The superscalar 68060 heads the 680x0 line-up with its dual integer and floating-point pipelines. As instructions enter the CPU, they flow into a four-stage prefetch pipeline: instruction-address generation, instruction cycle, instruction early decode, and instruction buffer. In this pipeline, the 680x0 converts 68000-compatible, variable-length CISC instructions to a fixed-length instruction. These instructions then enter dual, four-stage, synchronously operating, integer-execution pipelines. The decode, effective-address-calculation, fetch, and integer-execution pipeline dispatches instructions to the FPU and allows for some execution overlap between the integer and FPU engines.
A Harvard architecture allows the 68060 to perform simultaneous instruction fetches and data accesses. The four-way set-associative, four-way-interleaving, on-chip caches support simultaneous read and write operations. You can freeze portions of the caches to prevent reallocation.

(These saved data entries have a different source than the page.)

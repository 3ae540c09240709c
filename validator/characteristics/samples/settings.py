"""Quantified samples: the ``[samples]`` table and its data file.

The file has one row per reading of an unknown: ``sample`` (its id; the readings of one id are
averaged), ``response`` and optionally ``analyte``.
"""

from __future__ import annotations

from dataclasses import dataclass

from ...errors import DataError
from ...inputs.loading import analyte_rows, numeric_column
from ...inputs.study import DataPath, _Section
from ...inputs.tables import MAX_NAME_LENGTH

__all__ = ["SamplesSection", "SampleData", "load"]


class SamplesSection(_Section):
    data: DataPath


@dataclass(frozen=True)
class SampleData:
    """One unknown: its id and its readings (with their file rows)."""

    id: str
    responses: tuple[float, ...]
    rows: tuple[int, ...]


def load(reader, settings: SamplesSection, analytes) -> dict[str, tuple[SampleData, ...]]:
    """``{analyte: its samples}``, each sample's readings grouped by id in file order."""
    table = reader.table("samples", settings.data, ("sample", "response"), ("analyte",))
    ids = table.texts("sample", MAX_NAME_LENGTH)
    responses = numeric_column(table, "response", reader.decimal).tolist()
    seen = {}
    for sid, row in zip(ids, table.rows):
        key = " ".join(sid.split()).casefold()
        if key in seen and seen[key][0] != sid:
            raise DataError(f'sample id "{sid}" differs only in case or spacing from "{seen[key][0]}" '
                            f"(row {seen[key][1]}); use one spelling per sample", file=table.path, row=row,
                            column="sample", value=sid)
        seen.setdefault(key, (sid, row))
    out = {}
    for name, idx in analyte_rows(table, analytes, "reading").items():
        groups = {}
        for i in idx:
            groups.setdefault(ids[i], ([], []))
            groups[ids[i]][0].append(responses[i])
            groups[ids[i]][1].append(table.rows[i])
        out[name] = tuple(SampleData(sid, tuple(r), tuple(rw)) for sid, (r, rw) in groups.items())
    return out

The 68040 implements a fetch, decode, effective-address-calculation, effective-address-fetch, execute, and write-back pipeline. To speed processing, the device has two 4-kbyte direct-mapped caches and separate data and instruction MMUs, which allow simultaneous address translations. The 040 includes bus snooping to ensure cache coherency for multiprocessing. The cache supports both write-through and copy-back modes. The 68020 and 68030 CISC implementations have smaller caches; the 030 and 040 versions implement burst mode, moving as much as 16 bytes in an addressing block between registers and memory.
The 040 and 060 deliver apparent single-cycle execution for some instructions, mainly register operations such as memory-to-register moves if the data is in the data cache. A taken branch takes two cycles; a not-taken branch takes three cycles. On the 68060, a 256-entry, four-way, set-associative, on-chip branch cache allows taken and nontaken branches to execute in zero and one clock, respectively. The branch-cache unit contains state bits that provide a history of branch executions, which helps to predict branch direction.
Unlike the 020/030, the 040 and 060 perform no dynamic bus sizing. Instead, they have a highly reliable bus with a high-drive option that can implement a synchronous, two-clock read/write protocol. A 4-word burst takes five clocks. The 040 includes multiprocessor-bus arbitration but requires off-chip logic. Externally, the 68060 bus is a superset of the 68040 bus. Additional signals support higher performance system designs, but the processor can easily operate on a 68040-based bus. An on-chip MMU with separate instruction and data translation-look-aside buffers allows the 68060 to access as much as 4 Gbytes of memory.
Power management: To support power management, the 68060's functional units respond to dynamically controlled clocking; the caches and execution units power down when not accessed. The static design allows you to reduce or stop the external clock, and a low-power-stop (LPSTOP) instruction disconnects most of the chip from the clock pin.
Special instructions: The CPUs have special instructions for variable-length bit fields; moving 16 registers; compare; and swap, which locks memory for multiprocessing. A scaling option addresses data by item size for table-access, FPU, and MMU commands.
The 68040 and 68060 have a special move instruction (MOVE16) to perform a 16-byte block move and a PLPA instruction that loads a physical address by translating a logical address. A table instruction performs a table look-up and interpolates the data.
Special peripherals: The MC68150 allows the 68040, LC040, and EC040 bus to communicate bidirectionally with 32-, 16-, or 8-bit peripherals and memories. The XC68HC901 multifunction peripheral comprises a one-channel USART and an eight-source interrupt controller.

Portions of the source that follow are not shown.